I need to prove the following:
$2\Phi(\frac{x-\mu}{\sigma})^2-3\Phi(\frac{x-\mu}{\sigma})+1 \leq 0$ for all $x\geq\mu$ where $\Phi(.)$ is the c.d.f. of a standard normal variable. I have done the following procedure:
The function attains the value of $0$ when $x=\mu$ and $x=\infty$ since:
$2\Phi(0)^2-3\Phi(0)+1=2(\frac{1}{2})^2-3(\frac{1}{2})=0$ and $\lim_{x \rightarrow \infty} 2\Phi(\frac{x-\mu}{\sigma})^2-3\Phi(\frac{x-\mu}{\sigma})+1=2-3+1=0$
Now I want to show that there is only one point in which the derivative of the function is zero (critical point) and that in this point the value of the function is negative. This implies that the function will never be positive in this interval.

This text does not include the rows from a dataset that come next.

//! A quantity over two axes as colours, with a colour bar.
//!
//! What: the values lie at places along both axes; between them colours follow linear interpolation,
//! except along an axis of named cells, which are filled evenly; elsewhere lines of equal value stand at
//! the ticks of the colour bar. Missing values (NaN) are grey.
//! Units: points.
//! Numerics: a picture of pixels with 256 colours inside the SVG, four pixels to a point.

use super::axis::{Axis, Names};
use super::colour::{ColourMap, index};
use super::contour;
use super::svg::{Anchor, INK, Run, Svg};
use super::text::width_pt;
use super::ticks::{Round, step};
use super::{About, POINTS_PER_MM, TEXT_PT};

/// A figure of one map.
#[derive(Clone, Debug, PartialEq)]
pub struct MapFigure {
    /// What it says about itself.
    pub about: About,
    /// Width, mm.
    pub width_mm: f64,
    /// Horizontal axis.
    pub x: Axis,
    /// Vertical axis.
    pub y: Axis,
    /// Places of the values along the horizontal axis, one way; of named cells their middles.
    pub x_places: Vec<f64>,
    /// The same along the vertical axis.
    pub y_places: Vec<f64>,
    /// Values, vertical axis fastest; NaN where there is none.
    pub values: Vec<f64>,
    /// What the colours mean, with the unit.
    pub label: String,
    /// The colours; those of differences have their middle at 0.
    pub colours: ColourMap,
}

/// A picture that could not be encoded.
#[derive(Debug, thiserror::Error)]
#[error("the map cannot be encoded: {0}")]
pub struct MapError(#[from] png::EncodingError);

const GAP_PT: f64 = 3.0;
const TICK_PT: f64 = 2.5;
const THIN_PT: f64 = 0.5;
/// Width of the colour bar.
const BAR_PT: f64 = 7.0;
/// Height of the map as a part of its width, and the largest height.
const SHAPE: f64 = 0.68;
const HIGHEST_PT: f64 = 260.0;
/// Points between two ticks, across, upwards and along the colour bar.
const TICK_DISTANCE_PT: [f64; 3] = [36.0, 20.0, 22.0];
/// Pixels to a point.
const PIXELS_PER_POINT: f64 = 4.0;
/// Intervals of the colour bar after which its range is rounded.
const COLOUR_INTERVALS: f64 = 10.0;
/// Width of lines of equal value.
const CONTOUR_PT: f64 = 0.4;
/// Lightness, of 255, below which lines are white.
const DARK: u32 = 110;
/// Colour of lines on dark colours.
const PAPER: &str = "#ffffff";
/// Colour of missing values.
const NOTHING: [u8; 3] = [190, 190, 190];

/// Where a pixel lies between two values: their numbers and the part of the second.
type Between = (usize, usize, f64);

impl MapFigure {
    /// The text of the SVG file.
    ///
    /// # Errors
    /// When the picture cannot be encoded.
    pub fn svg(&self) -> Result<String, MapError> {
        let bar = Axis::numbers(&self.label, self.colour_range());
        let width = self.width_mm * POINTS_PER_MM;
        let widest = |ticks: &[(f64, String)]| {
            let widths = ticks.iter().map(|(_, name)| width_pt(name, TEXT_PT));
            widths.fold(0.0, f64::max)
        };
        let rough = SHAPE * 0.62 * width;
        let left = TEXT_PT + 3.5 * GAP_PT + widest(&self.y.ticks(rough / TICK_DISTANCE_PT[1]));
        let bar_names = widest(&bar.ticks(rough / TICK_DISTANCE_PT[2])) + TICK_PT;
        let bar_left = width - TEXT_PT - 3.5 * GAP_PT - bar_names - BAR_PT;
        let map_width = bar_left - 3.0 * GAP_PT - left;
        let height = (SHAPE * map_width).min(HIGHEST_PT);
        let top = GAP_PT + 0.5 * TEXT_PT;
        let below = TICK_PT + 2.0 * TEXT_PT + 3.0 * GAP_PT;
        let mut svg = Svg::new([width, top + height + below]);
        let (at, size) = ([left, top], [map_width, height]);
        svg.image(at, size, &self.picture(size, bar.range)?);
        self.draw_contours(&mut svg, &bar, at, size);
        svg.frame(at, size);
        self.draw_axes(&mut svg, at, size);
        draw_bar(&mut svg, &bar, self.colours, [bar_left, top], height)?;
        let label_at = [width - 1.5 * GAP_PT, top + 0.5 * height];
        svg.text(label_at, &self.label, Anchor::Middle, Run::Upwards);
        Ok(svg.finish(&self.about))
    }

    /// Range of the colours: round numbers around all values.
    fn colour_range(&self) -> [f64; 2] {
        let (mut low, mut high) = (f64::INFINITY, f64::NEG_INFINITY);
        for value in self.values.iter().filter(|v| v.is_finite()) {
            (low, high) = (low.min(*value), high.max(*value));
        }
        if low > high {
            return [0.0, 1.0];
        }
        match self.colours {
            ColourMap::Rising => {
                let step = step((high - low) / COLOUR_INTERVALS, Round::Decimal);
                let (low, high) = ((low / step).floor() * step, (high / step).ceil() * step);
                [low, if high > low { high } else { low + step }]
            }
            ColourMap::Diverging => {
                let most = low.abs().max(high.abs());
                let step = step(2.0 * most / COLOUR_INTERVALS, Round::Decimal);
                let most = ((most / step).ceil() * step).max(step);
                [-most, most]
            }
        }
    }

    /// The pixels of the map as a PNG file.
    fn picture(&self, size: [f64; 2], range: [f64; 2]) -> Result<Vec<u8>, MapError> {
        let [columns, rows] = size.map(pixels);
        let along = |axis: &Axis, places: &[f64], count: usize| -> Vec<Between> {
            let at = |k: usize| {
                // The axis places values; a pixel's value is found the other way round.
                let part = (k as f64 + 0.5) / count as f64;
                let [low, high] = axis.range;
                let (first, last) = (axis.place(low, [0.0, 1.0]), axis.place(high, [0.0, 1.0]));
                let value = low + (high - low) * (part - first) / (last - first);
                between(value, places, &axis.names)
            };
            (0..count).map(at).collect()
        };
        let across = along(&self.x, &self.x_places, columns);
        let upwards = along(&self.y, &self.y_places, rows);
        let n = self.y_places.len();
        let mut indices = Vec::with_capacity(columns * rows);
        for &(j0, j1, q) in upwards.iter().rev() {
            for &(i0, i1, p) in &across {
                let mixed = |i: usize| {
                    let [a, b] = [self.values[i * n + j0], self.values[i * n + j1]];
                    a + q * (b - a)
                };
                let (a, b) = (mixed(i0), mixed(i1));
                let value = a + p * (b - a);
                // The last colour of the palette stands for missing values.
                indices.push(if value.is_nan() {
                    255
                } else {
                    index(value, range).min(254)
                });
            }
        }
        let mut palette = self.colours.palette();
        palette[255] = NOTHING;
        encode(&palette, [columns, rows], &indices)
    }

    /// Lines of equal value, dark on light colours and white on dark ones; none between named cells.
    fn draw_contours(&self, svg: &mut Svg, bar: &Axis, [left, top]: [f64; 2], size: [f64; 2]) {
        if [&self.x, &self.y]
            .iter()
            .any(|axis| matches!(axis.names, Names::Cells(_)))
        {
            return;
        }
        let [width, height] = size;
        let at = |places: &[f64], number: f64| {
            let low = whole(number).min(places.len().saturating_sub(2));
            let part = number - low as f64;
            places[low] + part * (places[low + 1] - places[low])
        };
        let palette = self.colours.palette();
        let (columns, rows) = (self.x_places.len(), self.y_places.len());
        for (level, _) in bar.ticks(height / TICK_DISTANCE_PT[2]) {
            // Where the ends of the colours are reached, as in polar night, there is no slope.
            if level <= bar.range[0] || level >= bar.range[1] {
                continue;
            }
            let found = contour::pieces(&self.values, columns, rows, level);
            let placed = |[x, y]: [f64; 2]| {
                [
                    self.x.place(at(&self.x_places, x), [left, left + width]),
                    self.y.place(at(&self.y_places, y), [top + height, top]),
                ]
            };
            let placed: Vec<_> = found.into_iter().map(|piece| piece.map(placed)).collect();
            if placed.is_empty() {
                continue;
            }
            let [r, g, b] = palette[usize::from(index(level, bar.range))].map(u32::from);
            let light = 3 * r + 6 * g + b > 10 * DARK;
            // The line at 0 divides gain from loss.
            let zero = level.abs() < 1e-9 && self.colours == ColourMap::Diverging;
            svg.pieces(
                &placed,
                if light { INK } else { PAPER },
                if zero { 1.6 * CONTOUR_PT } else { CONTOUR_PT },
            );
        }
    }

    fn draw_axes(&self, svg: &mut Svg, [left, top]: [f64; 2], [width, height]: [f64; 2]) {
        let bottom = top + height;
        for (value, name) in self.x.ticks(width / TICK_DISTANCE_PT[0]) {
            let x = self.x.place(value, [left, left + width]);
            svg.line([x, bottom], [x, bottom + TICK_PT], INK, THIN_PT);
            let at = [x, bottom + TICK_PT + TEXT_PT];
            svg.text(at, &name, Anchor::Middle, Run::Across);
        }
        for (value, name) in self.y.ticks(height / TICK_DISTANCE_PT[1]) {
            let y = self.y.place(value, [bottom, top]);
            svg.line([left - TICK_PT, y], [left, y], INK, THIN_PT);
            let at = [left - TICK_PT - 0.5 * GAP_PT, y + 0.36 * TEXT_PT];
            svg.text(at, &name, Anchor::End, Run::Across);
        }
        let at = [
            left + 0.5 * width,
            bottom + TICK_PT + 2.0 * TEXT_PT + GAP_PT,
        ];
        svg.text(at, &self.x.label, Anchor::Middle, Run::Across);
        let at = [GAP_PT + 0.75 * TEXT_PT, top + 0.5 * height];
        svg.text(at, &self.y.label, Anchor::Middle, Run::Upwards);
    }
}

/// Whole part of a number that is not negative.
#[expect(
    clippy::cast_possible_truncation,
    clippy::cast_sign_loss,
    reason = "a number of columns or rows"
)]
fn whole(number: f64) -> usize {
    number.max(0.0).floor() as usize
}

/// The two values beside a place, and how far it is from the first to the second.
fn between(value: f64, places: &[f64], names: &Names) -> Between {
    let last = places.len().saturating_sub(1);
    let rising = places.first() <= places.last();
    let after = places.partition_point(|p| if rising { *p <= value } else { *p >= value });
    let (low, high) = (after.saturating_sub(1).min(last), after.min(last));
    if low == high {
        return (low, high, 0.0);
    }
    let part = ((value - places[low]) / (places[high] - places[low])).clamp(0.0, 1.0);
    match names {
        Names::Cells(_) if part < 0.5 => (low, low, 0.0),
        Names::Cells(_) => (high, high, 0.0),
        _ => (low, high, part),
    }
}

fn draw_bar(
    svg: &mut Svg,
    axis: &Axis,
    colours: ColourMap,
    at: [f64; 2],
    height: f64,
) -> Result<(), MapError> {
    let palette = colours.palette();
    // The top row of pixels is the largest value.
    let rows: Vec<u8> = (0..=255).rev().collect();
    svg.image(at, [BAR_PT, height], &encode(&palette, [1, 256], &rows)?);
    svg.frame(at, [BAR_PT, height]);
    let right = at[0] + BAR_PT;
    for (value, name) in axis.ticks(height / TICK_DISTANCE_PT[2]) {
        let y = axis.place(value, [at[1] + height, at[1]]);
        svg.line([right, y], [right + TICK_PT, y], INK, THIN_PT);
        let at = [right + TICK_PT + 0.5 * GAP_PT, y + 0.36 * TEXT_PT];
        svg.text(at, &name, Anchor::Start, Run::Across);
    }
    Ok(())
}

/// A PNG file of a palette and its numbers, row by row.
fn encode(
    palette: &[[u8; 3]],
    [columns, rows]: [usize; 2],
    indices: &[u8],
) -> Result<Vec<u8>, MapError> {
    let mut file = Vec::new();
    let size = |n: usize| u32::try_from(n).unwrap_or(u32::MAX);
    let mut encoder = png::Encoder::new(&mut file, size(columns), size(rows));
    encoder.set_color(png::ColorType::Indexed);
    encoder.set_depth(png::BitDepth::Eight);
    encoder.set_compression(png::Compression::High);
    encoder.set_palette(palette.concat());
    let mut writer = encoder.write_header()?;
    writer.write_image_data(indices)?;
    writer.finish()?;
    Ok(file)
}

/// Whole pixels of a length in points.
#[expect(
    clippy::cast_possible_truncation,
    clippy::cast_sign_loss,
    reason = "a few hundred points"
)]
fn pixels(points: f64) -> usize {
    (points * PIXELS_PER_POINT).round().max(1.0) as usize
}

#[cfg(test)]
#[path = "map_tests.rs"]
mod tests;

$\frac{d}{dx} \Big(2\Phi(\frac{x-\mu}{\sigma})^2-3\Phi(\frac{x-\mu}{\sigma})+1\Big)=0$ implies $\Phi(\frac{x^*-\mu}{\sigma})=\frac{3}{4}$ which has a unique solution. For this $x^*$ the value of the function is $2(\frac{3}{4})^2-3(\frac{3}{4})+1=-\frac{1}{8}$.
Is my logic correct?
Thanks in advance
There is no need to go after derivatives, critical points etc.
Inequality $2y^2-3y+1=(2y-1)(y-1)\geq0$ can be rewritten as $\frac12\leq y\leq1$.
Applying that on $y=\Phi(\frac{x-\mu}{\sigma})$ we find $\frac12\leq \Phi(\frac{x-\mu}{\sigma})\leq1$.
This is equivalent with $x\geq\mu$.
This because $\Phi$ is a CDF that takes value $\frac12$ at $0$ and takes lower values on negative arguments.
On arguments in $[0,\infty)$ the CDF $\Phi$ will automatically take values in $[\Phi(0),1]=[\frac12,1]$.